WORK TO COMPLETE: Return the entries in full, exactly as they were written.

Segment Open

def _targets(rows: list[dict[str, str]], default_backend: str) -> list[str]:
    """The targets of issue 3, checked against the rows of the default backend."""
    def case(size: str) -> dict[str, str] | None:
        found = [r for r in rows if r["size"] == size and r["backend"] == default_backend
                 and r["formulation"] in ("pooled", "default")
                 and r["status"] not in ("built_only", "not_run")]
        return found[0] if found else None

    built = {r["size"] for r in rows if r["status"] == "built_only"}

    def not_run(size: str) -> str:
        return "not solved (model built only)" if size in built else "not run"

    out = []
    medium = case("medium")
    if medium is None:
        out.append(f"- medium (both stages proven within 1% in under 60 s): {not_run('medium')}")
    else:
        gaps = [_num(medium["stage1_gap"]), _num(medium["stage2_gap"])]
        ok = (all(g is not None and g <= 0.01 for g in gaps)
              and (_num(medium["wall_s"]) or 1e9) < 60 and medium["verified"] == "True")
        out.append(f"- medium (both stages proven within 1% in under 60 s): "
                   f"{'met' if ok else 'MISSED'} — {medium['status']}, stage gaps "
                   f"{_cell(medium['stage1_gap'], 'gap')} / {_cell(medium['stage2_gap'], 'gap')},"
                   f" {medium['wall_s']} s")
    agency = case("agency")
    if agency is None:
        out.append("- agency (verified plan within 1% in under 120 s, peak under 4 GiB): "
                   + not_run("agency"))
    else:
        gap = _num(agency["gap"])
        # All processes sampled together where measured; else the sum of the two peaks,
        # which bounds it from above.
        peak = _num(agency.get("all_peak_mib", "")) or (
            (_num(agency["peak_mib"]) or 1e9) + (_num(agency["solver_peak_mib"]) or 0.0))
        measured = ("all processes, sampled" if _num(agency.get("all_peak_mib", ""))
                    else "process + solver process")
        ok = (agency["verified"] == "True" and gap is not None and gap <= 0.01
              and (_num(agency["wall_s"]) or 1e9) < 120 and peak < 4096)
        out.append(f"- agency (verified plan within 1% in under 120 s, peak under 4 GiB): "
                   f"{'met' if ok else 'MISSED'} — {agency['status']}, gap "
                   f"{_cell(agency['gap'], 'gap')} (stage gaps "
                   f"{_cell(agency['stage1_gap'], 'gap')} / "
                   f"{_cell(agency['stage2_gap'], 'gap')}), {agency['wall_s']} s, "
                   f"at most {peak:.0f} MiB ({measured})")
    large = case("large")
    if large is None:
        out.append("- large (verified plan with its gap in under 10 minutes): " + not_run("large"))
    else:
        ok = (large["verified"] == "True" and large["gap"] != ""
              and (_num(large["wall_s"]) or 1e9) < 600)
        out.append(f"- large (verified plan with its gap in under 10 minutes): "
                   f"{'met' if ok else 'MISSED'} — {large['status']}, gap "
                   f"{_cell(large['gap'], 'gap')}, {large['wall_s']} s")
    return out


def write_doc(rows: list[dict[str, str]], csv_path: Path) -> None:
    from rebalance.solve import SolveOptions

    default_backend = SolveOptions().solver
    # Rows from before the column existed ran with one thread.
    threads_used = " or ".join(sorted({r.get("threads") or "1" for r in rows}))
    lines = [
        "# Benchmarks",
        "",
        "Generated by `benchmarks/run.py` (run `make bench`, or "
        "`.venv/bin/python benchmarks/run.py --sizes small,medium`); do not edit by hand —",
        "the commentary comes from `benchmarks/notes.md`. Raw numbers: "
        f"`{csv_path.relative_to(ROOT)}`.",
        "",
        "Each size is generated with `rebalance generate --size SIZE --seed 0` (counts: staff /",
        "offices / skills / quarters). Every case runs alone in its own process, through the",
        "public API (`read_instance`, then `make_plan`, which builds the model, solves both",
        "stages within one wall-clock limit, names people and verifies the plan).",
        f"`solver.threads` = {threads_used}: with 2 and HiGHS, a model over 30,000 columns and",
        "up to 3 million nonzeros computes its LP bound in a second solver process beside the",
        "search (HiGHS itself runs one thread). Peak memory is the process's maximum resident",
        "set; the largest solver process (CBC always, HiGHS on models above 500,000 nonzeros)",
        "is listed beside it, and the two together bound the case's peak from above (they share",
        "pages) where no LP runs beside the search. *all MiB* is the largest proportional set",
        "size (shared pages counted once) summed over the case's processes, sampled every half",
        "second: what the case held at once, side-by-side processes included (from the",
        "twelfth session on; older rows have none). Gaps are relative; stage 1 is least",
        "weighted shortfall, stage 2 least cost with that shortfall held.",
        "*load* is the 1-minute load average when the case started and *CPU s* the CPU time",
        "the case got (solver included): on 2 cores, a load above 2 or CPU s well below wall s",
        "means other jobs shared the machine and the times are pessimistic.",
        "",
        "## Machine",
        "",
        "| | |",
        "|---|---|",
    ]
    lines += [f"| {k} | {v} |" for k, v in machine(rows)]
    lines += ["", f"Default backend (`SolveOptions().solver`): `{default_backend}`.", "",
              "## Targets of issue 3 (default backend)", ""]
    lines += _targets(rows, default_backend)
    lines += ["", "## Results", "",
              "| size | staff / offices / skills / periods (groups) | backend | formulation "
              "| limit s | status | verified | columns | rows | integer | build s | stage 1 s "
              "| stage 2 s | wall s | weighted shortfall | stage 1 gap | stage 2 gap "
              "| peak MiB | solver MiB | all MiB | CPU s | load | most time |",
              "|" + "---|" * 23]
    for r in rows:
        sizes = (f"{_cell(r['staff'], 'int')} / {r['offices']} / {r['skills']} / "
                 f"{r['periods']} ({_cell(r['groups'], 'int')})")
        dominant = _dominant(r) if r["status"] not in ("not_run", "killed", "crashed",
                                                       "built_only") else "–"
        lines.append(
            f"| {r['size']} | {sizes} | {r['backend']} | {r['formulation']} "
            f"| {_cell(r['time_limit_s'])} | {r['status']} | {_cell(r['verified'])} "
            f"| {_cell(r['columns'], 'int')} | {_cell(r['rows'], 'int')} "
            f"| {_cell(r['integer_columns'], 'int')} | {_cell(r['build_s'])} "
            f"| {_cell(r['stage1_s'])} | {_cell(r['stage2_s'])} | {_cell(r['wall_s'])} "
            f"| {_cell(r['weighted_shortfall'], 'round')} "
            f"| {_cell(r['stage1_gap'], 'gap')} | {_cell(r['stage2_gap'], 'gap')} "
            f"| {_cell(r['peak_mib'])} | {_cell(r['solver_peak_mib'])} "
            f"| {_cell(r.get('all_peak_mib', ''))} "
            f"| {_cell(r.get('cpu_s', ''))} | {_cell(r.get('load_1min', ''))} | {dominant} |")
    notes = [r for r in rows if r["note"]]
    if notes:
        lines += ["", "Notes on cases:", ""]
        lines += [f"- {r['size']} / {r['backend']} / {r['formulation']}: {r['note']}"
                  for r in notes]
    if NOTES.exists():
        lines += ["", NOTES.read_text(encoding="utf-8").strip()]
    DOC.parent.mkdir(parents=True, exist_ok=True)
    tmp = DOC.with_suffix(".tmp")
    tmp.write_text("\n".join(lines) + "\n", encoding="utf-8")
    os.replace(tmp, DOC)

Segment Closed

RESULT OF THE EXERCISE:
def _targets(rows: list[dict[str, str]], default_backend: str) -> list[str]:
    """The targets of issue 3, checked against the rows of the default backend."""
    def case(size: str) -> dict[str, str] | None:
        found = [r for r in rows if r["size"] == size and r["backend"] == default_backend
                 and r["formulation"] in ("pooled", "default")
                 and r["status"] not in ("built_only", "not_run")]
        return found[0] if found else None

    built = {r["size"] for r in rows if r["status"] == "built_only"}

    def not_run(size: str) -> str:
        return "not solved (model built only)" if size in built else "not run"

    out = []
    medium = case("medium")
    if medium is None:
        out.append(f"- medium (both stages proven within 1% in under 60 s): {not_run('medium')}")
    else:
        gaps = [_num(medium["stage1_gap"]), _num(medium["stage2_gap"])]
        ok = (all(g is not None and g <= 0.01 for g in gaps)
              and (_num(medium["wall_s"]) or 1e9) < 60 and medium["verified"] == "True")
        out.append(f"- medium (both stages proven within 1% in under 60 s): "
                   f"{'met' if ok else 'MISSED'} — {medium['status']}, stage gaps "
                   f"{_cell(medium['stage1_gap'], 'gap')} / {_cell(medium['stage2_gap'], 'gap')},"
                   f" {medium['wall_s']} s")
    agency = case("agency")
    if agency is None:
        out.append("- agency (verified plan within 1% in under 120 s, peak under 4 GiB): "
                   + not_run("agency"))
    else:
        gap = _num(agency["gap"])
        # All processes sampled together where measured; else the sum of the two peaks,
        # which bounds it from above.
        peak = _num(agency.get("all_peak_mib", "")) or (
            (_num(agency["peak_mib"]) or 1e9) + (_num(agency["solver_peak_mib"]) or 0.0))
        measured = ("all processes, sampled" if _num(agency.get("all_peak_mib", ""))
                    else "process + solver process")
        ok = (agency["verified"] == "True" and gap is not None and gap <= 0.01
              and (_num(agency["wall_s"]) or 1e9) < 120 and peak < 4096)
        out.append(f"- agency (verified plan within 1% in under 120 s, peak under 4 GiB): "
                   f"{'met' if ok else 'MISSED'} — {agency['status']}, gap "
                   f"{_cell(agency['gap'], 'gap')} (stage gaps "
                   f"{_cell(agency['stage1_gap'], 'gap')} / "
                   f"{_cell(agency['stage2_gap'], 'gap')}), {agency['wall_s']} s, "
                   f"at most {peak:.0f} MiB ({measured})")
    large = case("large")
    if large is None:
        out.append("- large (verified plan with its gap in under 10 minutes): " + not_run("large"))
    else:
        ok = (large["verified"] == "True" and large["gap"] != ""
              and (_num(large["wall_s"]) or 1e9) < 600)
        out.append(f"- large (verified plan with its gap in under 10 minutes): "
                   f"{'met' if ok else 'MISSED'} — {large['status']}, gap "
                   f"{_cell(large['gap'], 'gap')}, {large['wall_s']} s")
    return out


def write_doc(rows: list[dict[str, str]], csv_path: Path) -> None:
    from rebalance.solve import SolveOptions

    default_backend = SolveOptions().solver
    # Rows from before the column existed ran with one thread.
    threads_used = " or ".join(sorted({r.get("threads") or "1" for r in rows}))
    lines = [
        "# Benchmarks",
        "",
        "Generated by `benchmarks/run.py` (run `make bench`, or "
        "`.venv/bin/python benchmarks/run.py --sizes small,medium`); do not edit by hand —",
        "the commentary comes from `benchmarks/notes.md`. Raw numbers: "
        f"`{csv_path.relative_to(ROOT)}`.",
        "",
        "Each size is generated with `rebalance generate --size SIZE --seed 0` (counts: staff /",
        "offices / skills / quarters). Every case runs alone in its own process, through the",
        "public API (`read_instance`, then `make_plan`, which builds the model, solves both",
        "stages within one wall-clock limit, names people and verifies the plan).",
        f"`solver.threads` = {threads_used}: with 2 and HiGHS, a model over 30,000 columns and",
        "up to 3 million nonzeros computes its LP bound in a second solver process beside the",
        "search (HiGHS itself runs one thread). Peak memory is the process's maximum resident",
        "set; the largest solver process (CBC always, HiGHS on models above 500,000 nonzeros)",
        "is listed beside it, and the two together bound the case's peak from above (they share",
        "pages) where no LP runs beside the search. *all MiB* is the largest proportional set",
        "size (shared pages counted once) summed over the case's processes, sampled every half",
        "second: what the case held at once, side-by-side processes included (from the",
        "twelfth session on; older rows have none). Gaps are relative; stage 1 is least",
        "weighted shortfall, stage 2 least cost with that shortfall held.",
        "*load* is the 1-minute load average when the case started and *CPU s* the CPU time",
        "the case got (solver included): on 2 cores, a load above 2 or CPU s well below wall s",
        "means other jobs shared the machine and the times are pessimistic.",
        "",
        "## Machine",
        "",
        "| | |",
        "|---|---|",
    ]
    lines += [f"| {k} | {v} |" for k, v in machine(rows)]
    lines += ["", f"Default backend (`SolveOptions().solver`): `{default_backend}`.", "",
              "## Targets of issue 3 (default backend)", ""]
    lines += _targets(rows, default_backend)
    lines += ["", "## Results", "",
              "| size | staff / offices / skills / periods (groups) | backend | formulation "
              "| limit s | status | verified | columns | rows | integer | build s | stage 1 s "
              "| stage 2 s | wall s | weighted shortfall | stage 1 gap | stage 2 gap "
              "| peak MiB | solver MiB | all MiB | CPU s | load | most time |",
              "|" + "---|" * 23]
    for r in rows:
        sizes = (f"{_cell(r['staff'], 'int')} / {r['offices']} / {r['skills']} / "
                 f"{r['periods']} ({_cell(r['groups'], 'int')})")
        dominant = _dominant(r) if r["status"] not in ("not_run", "killed", "crashed",
                                                       "built_only") else "–"
        lines.append(
            f"| {r['size']} | {sizes} | {r['backend']} | {r['formulation']} "
            f"| {_cell(r['time_limit_s'])} | {r['status']} | {_cell(r['verified'])} "
            f"| {_cell(r['columns'], 'int')} | {_cell(r['rows'], 'int')} "
            f"| {_cell(r['integer_columns'], 'int')} | {_cell(r['build_s'])} "
            f"| {_cell(r['stage1_s'])} | {_cell(r['stage2_s'])} | {_cell(r['wall_s'])} "
            f"| {_cell(r['weighted_shortfall'], 'round')} "
            f"| {_cell(r['stage1_gap'], 'gap')} | {_cell(r['stage2_gap'], 'gap')} "
            f"| {_cell(r['peak_mib'])} | {_cell(r['solver_peak_mib'])} "
            f"| {_cell(r.get('all_peak_mib', ''))} "
            f"| {_cell(r.get('cpu_s', ''))} | {_cell(r.get('load_1min', ''))} | {dominant} |")
    notes = [r for r in rows if r["note"]]
    if notes:
        lines += ["", "Notes on cases:", ""]
        lines += [f"- {r['size']} / {r['backend']} / {r['formulation']}: {r['note']}"
                  for r in notes]
    if NOTES.exists():
        lines += ["", NOTES.read_text(encoding="utf-8").strip()]
    DOC.parent.mkdir(parents=True, exist_ok=True)
    tmp = DOC.with_suffix(".tmp")
    tmp.write_text("\n".join(lines) + "\n", encoding="utf-8")
    os.replace(tmp, DOC)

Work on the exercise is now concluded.